■ **DATA SECTION**:
==*==

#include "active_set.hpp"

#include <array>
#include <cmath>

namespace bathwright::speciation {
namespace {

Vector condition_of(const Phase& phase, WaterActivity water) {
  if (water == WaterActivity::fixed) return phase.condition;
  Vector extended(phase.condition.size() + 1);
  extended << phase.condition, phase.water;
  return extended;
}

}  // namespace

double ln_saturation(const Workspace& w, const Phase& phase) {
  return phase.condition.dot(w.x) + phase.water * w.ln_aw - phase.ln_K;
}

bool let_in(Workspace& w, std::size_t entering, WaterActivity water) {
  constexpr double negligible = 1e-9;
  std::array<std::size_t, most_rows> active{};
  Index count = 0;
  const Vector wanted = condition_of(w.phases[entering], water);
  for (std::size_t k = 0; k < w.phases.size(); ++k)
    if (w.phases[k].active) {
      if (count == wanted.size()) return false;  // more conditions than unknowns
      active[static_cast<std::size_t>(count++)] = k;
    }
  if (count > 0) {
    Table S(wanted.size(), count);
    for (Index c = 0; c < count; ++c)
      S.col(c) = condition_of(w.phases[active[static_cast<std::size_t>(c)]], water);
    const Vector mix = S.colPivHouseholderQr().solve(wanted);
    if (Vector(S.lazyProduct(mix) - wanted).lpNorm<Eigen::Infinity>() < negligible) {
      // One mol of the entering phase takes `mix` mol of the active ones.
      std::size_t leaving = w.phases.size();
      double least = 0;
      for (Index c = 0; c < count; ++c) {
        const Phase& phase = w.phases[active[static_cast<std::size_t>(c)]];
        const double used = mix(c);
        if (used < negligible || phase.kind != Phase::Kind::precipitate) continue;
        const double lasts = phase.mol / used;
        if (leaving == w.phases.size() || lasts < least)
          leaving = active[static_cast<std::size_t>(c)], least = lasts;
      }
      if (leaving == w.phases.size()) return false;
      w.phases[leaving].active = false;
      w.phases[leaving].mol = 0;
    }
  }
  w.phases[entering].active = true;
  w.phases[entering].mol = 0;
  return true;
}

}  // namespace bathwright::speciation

==*==

■ **EXERCISE BRIEF**:
Would you repeat, exactly and with nothing added, every line from the line containing "w.phases[entering].mol = 0;" through the last line of the records above?

■ **WORKED SOLUTION**:
  w.phases[entering].mol = 0;
  return true;
}

}  // namespace bathwright::speciation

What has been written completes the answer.